Eaton Vance says that as a further condition for the introduction of NextShares, the SEC must approve the listing and trading of NextShares on a national securities exchange. Eaton Vance says it expects imminent action and approval from the SEC on this step, as the NASDAQ Stock Market LLC has filed for approval of a rule governing the listing and trading of NextShares.

Thomas Faust Jr., chairman and CEO of Eaton Vance, says the NextShares ETMFs will allow investors to access active strategies “through a structure that provides the cost and tax efficiencies of an exchange-traded fund, while protecting confidentiality of fund trading information.”

Eaton Vance says NextShares can be thought of as a new type of open-ended fund that will list and trade shares on a national securities exchange at prices directly linked to the fund’s next-determined daily net asset value (NAV), using a new trading protocol called “NAV-based trading.” In NAV-based trading, all orders to buy and sell shares are executed at NAV plus or minus a trading cost that is determined in the market. All bids and offers for shares are quoted as a premium or discount to the NAV, the firm explains, meaning trading prices may come in above, at, or below NAV.
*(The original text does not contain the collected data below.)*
using GeoCulvert.Design.Basis;
using GeoCulvert.Design.Crossings;
using GeoCulvert.Design.Terrain;
using GeoCulvert.Design.Watersheds;
using NetTopologySuite.Geometries;

namespace GeoCulvert.Design.Study;

/// <summary>The pipeline: terrain, crossings, watersheds, flows, culverts.</summary>
public static class DrainageStudy
{
    /// <summary>Runs a whole study.</summary>
    /// <param name="inputs">Maps and tables, in one plane and SI.</param>
    /// <param name="settings">Settings.</param>
    /// <param name="stages">Runs and times the stages.</param>
    /// <param name="cancel">Stops the work between and inside stages.</param>
    public static StudyResult Run(StudyInputs inputs, StudySettings settings, IStages stages, CancellationToken cancel = default)
    {
        ArgumentNullException.ThrowIfNull(inputs);
        ArgumentNullException.ThrowIfNull(settings);
        ArgumentNullException.ThrowIfNull(stages);
        var frame = inputs.Elevation.Frame;

        // Make water leave: mapped streams enforced, embankments opened, depressions kept, cut or filled; directions and accumulation.
        var (opened, conditioning) = stages.Run("terrain", frame.Count, p => ConditioningStage.Drain(inputs, settings, p, cancel));
        var terrain = opened.Terrain;
        cancel.ThrowIfCancellationRequested();

        // Where water crosses the road: found along it, or given and moved to the stream; ids stay those of the run before.
        var streamCells = Math.Max(1, (long)Math.Ceiling(settings.StreamAreaM2 / frame.CellAreaM2));
        var found = stages.Run("crossings", null, _ => CrossingIdentity.Keep(CrossingStage.Find(inputs, settings, opened, streamCells), inputs.Former));
        var openings = CrossingStage.Results(opened, found.Crossings);

        // The land above every crossing, all in one pass.
        var watersheds = stages.Run("watersheds", frame.Count, _ => WatershedSurvey.Survey(terrain, found.Crossings, new() { SmoothOutlines = settings.SmoothOutlines }, inputs.PlaneScale));
        cancel.ThrowIfCancellationRequested();

        // From land to flow, from flow to culvert.
        var crossings = stages.Run("flows and culverts", null, p => Compute(inputs, settings, terrain, found.Crossings, watersheds, p, cancel));

        var streams = StreamNetwork.Extract(terrain.Direction, terrain.Accumulation, streamCells)
            .Where(s => s.Cells.Length > 1)
            .Select(s => new StreamResult(new LineString([.. s.Cells.Select(c => Centre(frame, c))]), s.LowerAccumulationCells * frame.CellAreaM2 * ScaleAt(s.Cells[^1]), s.Order));
        var roads = inputs.Roads.Select(r => new RoadResult(r.Alignment.Name, r.Class.Name, r.Alignment.Line, r.Alignment.WidthM, r.Alignment.Surface));
        var whole = terrain.Findings.Concat(conditioning.Findings).Concat(found.Findings).Concat(RunFindings(inputs, found.Crossings));
        return new StudyResult(terrain, crossings, [.. streams], [.. roads], [.. whole.Concat(crossings.SelectMany(c => c.Findings))])
        {
            Openings = openings,
            Conditioning = conditioning,
            Untouched = CrossingStage.Untouched(opened, openings),
            Changes = CrossingIdentity.Changes(inputs.Former, crossings),
        };

        // A reach's drainage area is not summed cell by cell: the scale at its lower end stands for all of it.
        double ScaleAt(int cell) => inputs.PlaneScale.AreaRatioAt(frame.CentreX(cell % frame.Columns), frame.CentreY(cell / frame.Columns));
    }

    private static List<CrossingResult> Compute(
        StudyInputs inputs, StudySettings settings, DrainedTerrain terrain, IReadOnlyList<Crossing> crossings, CrossingWatersheds watersheds, IProgress<double> progress, CancellationToken cancel)
    {
        var catchments = new CatchmentStage(inputs, settings, terrain, watersheds);
        var filledDepth = FilledDepth(terrain);
        var idOfOutlet = watersheds.Watersheds.Zip(crossings).GroupBy(p => p.First.Outlet).ToDictionary(g => g.Key, g => g.First().Second.Id);
        var results = new CrossingResult[crossings.Count];
        var pools = new Dictionary<int, DownstreamPool?>();
        var done = 0;
        // Downstream crossings first, so that their pools are known; a crossing downstream always drains more.
        foreach (var i in Enumerable.Range(0, crossings.Count).OrderByDescending(k => watersheds.Watersheds[k].Total.AreaM2))
        {
            cancel.ThrowIfCancellationRequested();
            var (crossing, watershed) = (crossings[i], watersheds.Watersheds[i]);
            var road = inputs.Roads.FirstOrDefault(r => ReferenceEquals(r.Alignment, crossing.Road));
            double? Given(string column) => inputs.Overrides.Of(crossing.Id, column);
            var design = Given("design_return_period_yr") ?? road?.DesignReturnPeriodYr ?? settings.DesignReturnPeriodYr ?? (road?.Class ?? RoadClass.Named("local")).DesignReturnPeriodYr;
            var check = Given("check_return_period_yr") ?? road?.CheckReturnPeriodYr ?? settings.CheckReturnPeriodYr ?? (road?.Class ?? RoadClass.Named("local")).CheckReturnPeriodYr;

            var doubts = crossing.Findings.Concat(watershed.Findings).ToList();
            var catchment = catchments.For(crossing.Id, watershed, doubts);
            var flow = FlowStage
                .Compute(catchment, settings.Flow, design, check, Given("time_of_concentration") / 60)
                .WithGiven(Given("design_flow"), Given("check_flow"), inputs.Overrides.Origin);
            doubts.AddRange(flow.Findings);
            var culvert = CulvertStage.Size(crossing, watershed, flow, road?.Class, terrain, filledDepth, inputs, settings, pools.GetValueOrDefault(watershed.ParentOutlet));
            doubts.AddRange(culvert.Findings);
            pools[watershed.Outlet] = DownstreamPool.Of(crossing.Id, culvert);

            var downstream = idOfOutlet.GetValueOrDefault(watershed.ParentOutlet);
            var findings = doubts.Select(f => f.At(crossing.Id)).DistinctBy(f => (f.Code, f.Text)).OrderByDescending(f => f.Severity).ToList();
            results[i] = CrossingAssembly.Build(crossing, watershed, catchments.Land(watershed), flow, culvert, downstream, findings, settings.Units);
            progress.Report(++done / (double)crossings.Count);
        }

        return [.. results];
    }

    private static List<Finding> RunFindings(StudyInputs inputs, IReadOnlyList<Crossing> crossings)
    {
        var findings = new List<Finding>();
        if (crossings.Count == 0) findings.Add(StudyFindings.NoCrossing.With("none"));
        var known = crossings.Select(c => c.Id).ToHashSet(StringComparer.Ordinal);
        foreach (var id in inputs.Overrides.CrossingIds.Where(id => !known.Contains(id)).Order(StringComparer.Ordinal))
            findings.Add(StudyFindings.OverrideUnused.With($"'{id}' in {inputs.Overrides.Name}"));
        var frame = inputs.Elevation.Frame;
        var terrain = new Envelope(frame.West, frame.East, frame.South, frame.North);
        foreach (var road in inputs.Roads.Where(r => !terrain.Contains(r.Alignment.Line.EnvelopeInternal)))
            findings.Add(StudyFindings.RoadLeavesTerrain.With(road.Alignment.Name));
        return findings;
    }

    private static Grid<float> FilledDepth(DrainedTerrain terrain)
    {
        var depth = new Grid<float>(terrain.Elevation.Frame);
        for (var i = 0; i < depth.Cells.Length; i++) depth.Cells[i] = Math.Max(0, terrain.Filled.Surface.Cells[i] - terrain.Elevation.Cells[i]);
        return depth;
    }

    private static Coordinate Centre(GridFrame frame, int cell) => new(frame.CentreX(cell % frame.Columns), frame.CentreY(cell / frame.Columns));
}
Eaton Vance adds that, because NextShares will provide market makers with opportunities to earn reliable, lower-risk profits without intraday hedging of their fund positions, NextShares can be expected to trade at prices that are consistently close to NAV in the absence of daily portfolio holding disclosures.

Eaton Vance’s statement on the SEC’s move to approve NextShares is available for download on the firm’s website.